Retour

Vols commerciaux à l'aéroport de Sherbrooke : la Ville pourra aller de l'avant

Les aéroports qui n'ont pas accès au contrôle de sûreté de l'Administration canadienne de la sûreté du transport aérien pourront y avoir recours selon un principe de recouvrement des coûts. C'est donc dire que la Ville de Sherbrooke pourra offrir des vols commerciaux de son aéroport si elle défraye les coûts d'acquisition d'un service de contrôle.

Un texte de Geneviève Proulx

La nouvelle a été annoncée par le ministre des Affaires étrangères, Rob Nicholson au nom de la ministre du Transport du Canada, Lisa Raitt, en début d'après-midi. « Au cours des dernières années, plusieurs petits aéroports ont manifesté leur intérêt pour obtenir des services de contrôle. Les mesures annoncées permettent à ces petits aéroports non désignés d'allouer des fonds pour des services de contrôle qui permettront aux passagers d'avoir des vols de correspondance aux grands aéroports, tout en améliorant la sûreté du réseau de transport aérien du Canada », peut-on lire dans un communiqué. 

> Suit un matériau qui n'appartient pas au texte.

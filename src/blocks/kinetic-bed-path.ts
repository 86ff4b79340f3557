import type { RateLaw } from '../chemistry/rate-laws/rate-law.ts';
import type { StreamState } from '../model/stream.ts';
import type { Mixture } from '../properties/mixture.ts';
import { pressureAfterDrop } from './checks.ts';
import type { BedChemistry } from './kinetic-bed-chemistry.ts';
import { createGasHeat } from './kinetic-bed-heat.ts';
import { createBedMarch } from './kinetic-bed-march.ts';
import { bedMass, bedVolume, type KineticBedSettings } from './kinetic-bed-settings.ts';

/** The gas at one place of the bed; its arrays are rewritten from place to place. */
export interface BedPlace {
  /** share of the bed that lies behind, 0–1 */
  position: number;
  temperatureK: number;
  pressurePa: number;
  readonly flowsMolPerS: Float64Array;
  /** rates of the named reactions [mol/(m3 s) or mol/(kg s)] */
  readonly rates: Float64Array;
}

/** The way of the gas through a bed. */
export interface BedPath {
  /** @throws PassTrouble */
  pass(inlet: StreamState, out: StreamState): void;
  /** extents of the named reactions over the last pass [mol/s] */
  readonly extents: Float64Array;
  /** how often rates along the bed have been evaluated so far */
  evaluations(): number;
  /** Follow the gas again, with stops at 0, 1/sections, ..., 1. */
  follow(inlet: StreamState, sections: number, at: (place: BedPlace) => void): void;
}

/** Heat of a mole of feed that counts as one in the integration [J/mol]. */
const HEAT_SCALE = 3e4;
/** Share of the feed by which a component may be overdrawn on the way; what is left is settled at the outlet. */
const OVERDRAWN = 1e-7;

/**
 * Integrates dξ/dz = size × rate over the share z of the bed, size its volume or mass, and with a coolant
 * dQ/dz = heat_transfer V (T_coolant − T), per mole of feed. T at each place is that of the enthalpy
 * H(T, P(z), n) = H_in + Q, so that nothing is lost on the way.
 */
export function createBedPath(
  setting: KineticBedSettings,
  law: RateLaw,
  chemistry: BedChemistry,
  mixture: Mixture,
): BedPath {
  const { size } = mixture;
  const named = chemistry.reactions;
  const count = named.length;
  const heat = createGasHeat(mixture);
  const isCooled = setting.cooling !== undefined;
  const x = new Float64Array(count + (isCooled ? 1 : 0));
  const feed = new Float64Array(size);
  const extents = new Float64Array(count);
  const place: BedPlace = {
    position: 0,
    temperatureK: 298.15,
    pressurePa: 1e5,
    flowsMolPerS: new Float64Array(size),
    rates: new Float64Array(count),
  };
  const at = { total: 0, enthalpyW: 0, inletPa: 0, dropPa: 0, amount: 0, coolingWPerK: 0, evaluations: 0 };

  /** Take in the inlet and the settings as they stand; false where nothing flows. */
  function enter(inlet: StreamState): boolean {
    feed.set(inlet.flowsMolPerS);
    at.total = mixture.total(inlet);
    at.enthalpyW = inlet.enthalpyW;
    at.inletPa = inlet.pressurePa;
    at.dropPa = inlet.pressurePa - pressureAfterDrop(inlet.pressurePa, setting.pressure_drop);
    at.amount = (law.per === 'volume' ? bedVolume(setting) : bedMass(setting))!;
    at.coolingWPerK = isCooled ? setting.cooling!.heat_transfer * bedVolume(setting)! : 0;
    place.temperatureK = setting.temperature ?? inlet.temperatureK;
    x.fill(0);
    return at.total > 0;
  }

  function goTo(z: number, state: Float64Array): void {
    place.position = z;
    place.pressurePa = at.inletPa - at.dropPa * z;
    for (let i = 0; i < size; i++) place.flowsMolPerS[i] = Math.max(flow(i, state), 0);
    if (setting.temperature !== undefined) return;
    place.temperatureK = heat.temperature(
      place.temperatureK,
      place.pressurePa,
      place.flowsMolPerS,
      at.enthalpyW + heatAdded(state),
    );
  }

  /** what is left of a component; below 0 where more is taken than there is [mol/s] */
  function flow(i: number, state: Float64Array): number {
    let sum = feed[i];
    for (let k = 0; k < count; k++) sum += at.total * state[k] * named[k].coefficients[i];
    return sum;
  }

  function heatAdded(state: Float64Array): number {
    return isCooled ? at.total * HEAT_SCALE * state[count] : 0;
  }

  function slope(z: number, state: Float64Array, out: Float64Array): void {
    at.evaluations++;
    goTo(z, state);
    const { temperatureK, pressurePa, flowsMolPerS, rates } = place;
    chemistry.rates(temperatureK, pressurePa, flowsMolPerS, feed, rates);
    for (let k = 0; k < count; k++) out[k] = (at.amount * rates[k]) / at.total;
    if (isCooled) {
      out[count] =
        (at.coolingWPerK * (setting.cooling!.temperature - temperatureK)) / (at.total * HEAT_SCALE);
    }
  }

  function isPossible(state: Float64Array): boolean {
    for (let i = 0; i < size; i++) if (!(flow(i, state) >= -OVERDRAWN * at.total)) return false;
    return true;
  }

  const march = createBedMarch(x.length, slope, isPossible);

  return {
    extents,
    evaluations: () => at.evaluations,
    pass(inlet, out) {
      const flows = enter(inlet);
      if (flows) march.through(x);
      for (let k = 0; k < count; k++) extents[k] = at.total * x[k];
      out.pressurePa = at.inletPa - at.dropPa;
      leave(feed, extents, named, out.flowsMolPerS);
      goTo(1, x);
      out.temperatureK = place.temperatureK;
      if (setting.temperature !== undefined || !flows) mixture.settle(out);
      else mixture.settleAtEnthalpy(out, at.enthalpyW + heatAdded(x));
    },
    follow(inlet, sections, visit) {
      if (!enter(inlet)) return;
      march.inSections(sections, x, (z, state) => {
        goTo(z, state);
        chemistry.rates(place.temperatureK, place.pressurePa, place.flowsMolPerS, feed, place.rates);
        visit(place);
      });
    },
  };
}

/** As often as a trace taken too much may be given back: what one reaction gives back another may lack. */
const ROUNDS = 8;

/**
 * n = feed + Σ ν ξ; where an integration error has taken a trace more than there is, the extent that takes most of
 * it is shortened to what there is, so that atoms are kept.
 */
function leave(
  feed: Float64Array,
  extents: Float64Array,
  reactions: BedChemistry['reactions'],
  out: Float64Array,
): void {
  for (let round = 0; round < ROUNDS; round++) {
    let lacking = -1;
    for (let i = 0; i < feed.length; i++) {
      let sum = feed[i];
      for (let k = 0; k < extents.length; k++) sum += reactions[k].coefficients[i] * extents[k];
      out[i] = sum;
      if (sum < 0 && (lacking < 0 || sum < out[lacking])) lacking = i;
    }
    if (lacking < 0) return;
    const taken = (k: number) => -reactions[k].coefficients[lacking] * extents[k];
    let most = 0;
    for (let k = 1; k < extents.length; k++) if (taken(k) > taken(most)) most = k;
    extents[most] -= out[lacking] / reactions[most].coefficients[lacking];
  }
  for (let i = 0; i < feed.length; i++) out[i] = Math.max(out[i], 0);
}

Cette désignation désirée permet le déploiement de services de contrôle des passagers et des bagages dans les aéroports offrant un service aérien commercial. Ce service de contrôle autorise ensuite les transporteurs aériens à procéder au débarquement de leurs passagers directement dans la zone sécurisée de l'aéroport de destination, ce qui leur évite d'importants délais.

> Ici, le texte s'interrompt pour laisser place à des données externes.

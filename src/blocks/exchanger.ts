import { z } from 'zod';
import { PassTrouble } from '../diagnostics/diagnostic.ts';
import type { StreamState } from '../model/stream.ts';
import { quantity } from '../units/schema.ts';
import type { BlockKind } from './block.ts';
import { exactlyOne, pressureAfterDrop } from './checks.ts';
import { createCounterCurrent, logMean } from './counter-current.ts';
import { createDutyLimit } from './duty-limit.ts';
import { exchangerFaults } from './exchanger-faults.ts';
import { haveSameFlows } from './heat-curve.ts';
import { quietReport } from './report.ts';

const settings = z.strictObject({
  cold_temperature: quantity('temperature', {
    description: 'outlet temperature of the cold side',
    examples: ['290 degC'],
  }).optional(),
  hot_temperature: quantity('temperature', {
    description: 'outlet temperature of the hot side',
    examples: ['90 degC'],
  }).optional(),
  duty: quantity('power', {
    min: 0,
    description: 'heat moved from the hot to the cold side',
    examples: ['20 MW'],
  }).optional(),
  approach: quantity('temperatureDifference', {
    min: 0,
    description: 'smallest temperature difference along the curve; the heat moved follows',
  }).optional(),
  hot_pressure_drop: quantity('pressureDifference', {
    min: 0,
    description: 'pressure lost on the hot side, none if left out',
  }).optional(),
  cold_pressure_drop: quantity('pressureDifference', {
    min: 0,
    description: 'pressure lost on the cold side, none if left out',
  }).optional(),
});
export type ExchangerSettings = z.infer<typeof settings>;

/** A closest approach below this asks for an unusual exchanger (plate-fin, coil-wound) [K]. @source common practice */
const CLOSE_K = 3;

/**
 * Exchanger of heat between two streams in counter-current flow; nothing is mixed, nothing is lost.
 *
 * Ports: `hot`, `cold` in; `hot`, `cold` out.
 * Settings: one of `cold_temperature` [K], `hot_temperature` [K] (outlets), `duty` [W, positive] and `approach`
 * [K, the smallest difference anywhere along the curve]; `hot_pressure_drop`, `cold_pressure_drop` [Pa].
 * Balance: the hot stream loses the enthalpy that the cold one gains; the duty of the block is 0, as no heat
 * crosses the battery limit. Along the curve pressure falls in proportion to the heat.
 *
 * Inside a recycle the inlets are guesses, so a pass moves no more heat than their temperatures let through
 * (0 ≤ Q, hot outlet ≥ cold inlet, cold outlet ≤ hot inlet). If the settings still ask for more when the loop
 * has closed, or the curves cross between the ends, that is a fault and the plant counts as not closed. An
 * outlet whose temperature is set needs its own inlet only and is calculated ahead, so that an exchanger
 * between feed and effluent is no recycle of its own; with `approach` it is one.
 */
export const exchanger: BlockKind<ExchangerSettings> = {
  kind: 'exchanger',
  summary: 'moves heat from a hot stream to a cold one, e.g. from effluent to feed',
  settings,
  ports: () => ({ inlets: ['hot', 'cold'], outlets: ['hot', 'cold'] }),
  check: (setting) =>
    exactlyOne(setting, {
      cold_temperature: 'cold_temperature: 290 degC',
      hot_temperature: 'hot_temperature: 90 degC',
      duty: 'duty: 20 MW',
      approach: 'approach: 20 K',
    }),
  through: (inlet, outlet) => inlet === outlet,
  needs: (setting, outlet) => {
    const isSet = outlet === 'cold' ? setting.cold_temperature : setting.hot_temperature;
    return isSet !== undefined || setting.duty !== undefined ? outlet : null;
  },
  mayHoldBack: () => true,
  create(setting, { mixture }) {
    const limit = createDutyLimit(mixture);
    const curve = createCounterCurrent(mixture);
    let wantedW = 0;
    const started = new Set<StreamState>();

    /** Flows and pressure of an outlet; a temperature to start from where it has none of its own. */
    function leadThrough(inlet: StreamState, out: StreamState, dropPa: number | undefined): void {
      out.flowsMolPerS.set(inlet.flowsMolPerS);
      out.pressurePa = pressureAfterDrop(inlet.pressurePa, dropPa);
      if (!started.has(out) || mixture.total(inlet) === 0) out.temperatureK = inlet.temperatureK;
      started.add(out);
    }

    /** Settles the outlet whose temperature is set, and returns the heat that takes [W]. */
    function heatWanted(hot: StreamState, cold: StreamState, hotOut: StreamState, coldOut: StreamState) {
      if (setting.duty !== undefined) return setting.duty;
      if (setting.cold_temperature !== undefined) {
        coldOut.temperatureK = setting.cold_temperature;
        mixture.settle(coldOut);
        return coldOut.enthalpyW - cold.enthalpyW;
      }
      if (setting.hot_temperature !== undefined) {
        hotOut.temperatureK = setting.hot_temperature;
        mixture.settle(hotOut);
        return hot.enthalpyW - hotOut.enthalpyW;
      }
      return limit.heatAtApproach(setting.approach!);
    }

    return {
      pass([hot, cold], [hotOut, coldOut]) {
        leadThrough(hot, hotOut, setting.hot_pressure_drop);
        leadThrough(cold, coldOut, setting.cold_pressure_drop);
        limit.between(hot, cold, hotOut.pressurePa, coldOut.pressurePa);
        wantedW = heatWanted(hot, cold, hotOut, coldOut);
        const movedW = Math.min(Math.max(wantedW, 0), limit.heatAtEnds(0));
        mixture.settleAtEnthalpy(hotOut, hot.enthalpyW - movedW);
        mixture.settleAtEnthalpy(coldOut, cold.enthalpyW + movedW);
      },
      passAhead(outlet, [hot, cold], [hotOut, coldOut]) {
        const isCold = outlet === 'cold';
        const [inlet, out] = isCold ? [cold, coldOut] : [hot, hotOut];
        leadThrough(inlet, out, isCold ? setting.cold_pressure_drop : setting.hot_pressure_drop);
        const temperatureK = isCold ? setting.cold_temperature : setting.hot_temperature;
        if (temperatureK === undefined) {
          mixture.settleAtEnthalpy(out, inlet.enthalpyW + (isCold ? 1 : -1) * setting.duty!);
        } else {
          out.temperatureK = temperatureK;
          mixture.settle(out);
        }
      },
      report([hot, cold], [hotOut, coldOut]) {
        const movedW = coldOut.enthalpyW - cold.enthalpyW;
        const ends = {
          exchanged_kW: movedW / 1e3,
          hot_inlet_K: hot.temperatureK,
          hot_outlet_K: hotOut.temperatureK,
          cold_inlet_K: cold.temperatureK,
          cold_outlet_K: coldOut.temperatureK,
        };
        // A plant that did not close has streams of different passes side by side: no curve joins them.
        if (!haveSameFlows(hot, hotOut) || !haveSameFlows(cold, coldOut))
          return quietReport({ details: ends });
        try {
          curve.lay(hot, hotOut, cold, coldOut);
          const closest = curve.closest();
          limit.between(hot, cold, hotOut.pressurePa, coldOut.pressurePa);
          return quietReport({
            details: {
              ...ends,
              closest_approach_K: closest.differenceK,
              closest_at: {
                share_of_heat_from_cold_end: closest.share,
                hot_K: closest.hotK,
                cold_K: closest.coldK,
              },
              log_mean_difference_K: meanOfEnds(hot, hotOut, cold, coldOut),
              conductance_kW_K: kilo(curve.conductance(movedW)),
            },
            curves: () => {
              curve.lay(hot, hotOut, cold, coldOut);
              return { heat_curve: movedW > 0 ? curve.curve(movedW, closest) : null };
            },
            faults: exchangerFaults(setting, { hot, cold }, { wantedW, movedW, closest }, limit),
            assumptions: ['Counter-current flow without losses; pressure falls in proportion to the heat.'],
            warnings: [
              ...closeWarning(closest.differenceK, movedW),
              ...mixture.cautions(hotOut),
              ...mixture.cautions(coldOut),
            ],
          });
        } catch (trouble) {
          if (trouble instanceof PassTrouble) return quietReport({ details: ends });
          throw trouble;
        }
      },
    };
  },
};

/** Logarithmic mean of the differences at the two ends [K]; null where one of them is not above zero. */
function meanOfEnds(hot: StreamState, hotOut: StreamState, cold: StreamState, coldOut: StreamState) {
  const atHotEnd = hot.temperatureK - coldOut.temperatureK;
  const atColdEnd = hotOut.temperatureK - cold.temperatureK;
  return atHotEnd > 0 && atColdEnd > 0 ? logMean(atHotEnd, atColdEnd) : null;
}

function kilo(value: number | null): number | null {
  return value === null ? null : value / 1e3;
}

function closeWarning(differenceK: number, movedW: number) {
  if (!(movedW > 0) || differenceK >= CLOSE_K || differenceK < 0) return [];
  return [
    {
      code: 'close-approach',
      message: `hot and cold come within ${differenceK.toFixed(2)} K of one another; below ${CLOSE_K} K the exchanger becomes unusually large`,
    },
  ];
}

Désignation longtemps rêvée

La Ville de Sherbrooke demandait depuis longtemps ce contrôle de sécurité à son aéroport. Selon le maire de Sherbrooke, Bernard Sévigny, Sherbrooke se doit d'avoir un aéroport pour desservir sa population, mais aussi pour assurer un avenir économique prometteur. « Parmi les 19 agglomérations canadiennes de plus de 200 000 habitants, Sherbrooke est la seule à ne pas être desservie par les lignes aériennes nationales! L'absence d'un lien aérien commercial vers les grands centres économiques canadiens est un frein aux efforts de développement économique de notre région », avait-il dit.

Depuis plusieurs années, le milieu sherbrookois se mobilise pour obtenir cette désignation. En mars dernier, le député de Sherbrooke, Pierre-Luc Dussault avait déposé une motion à la Chambre des communes demandant qu'Ottawa permette à ces aéroports d'offrir à leurs frais les contrôles de sécurité.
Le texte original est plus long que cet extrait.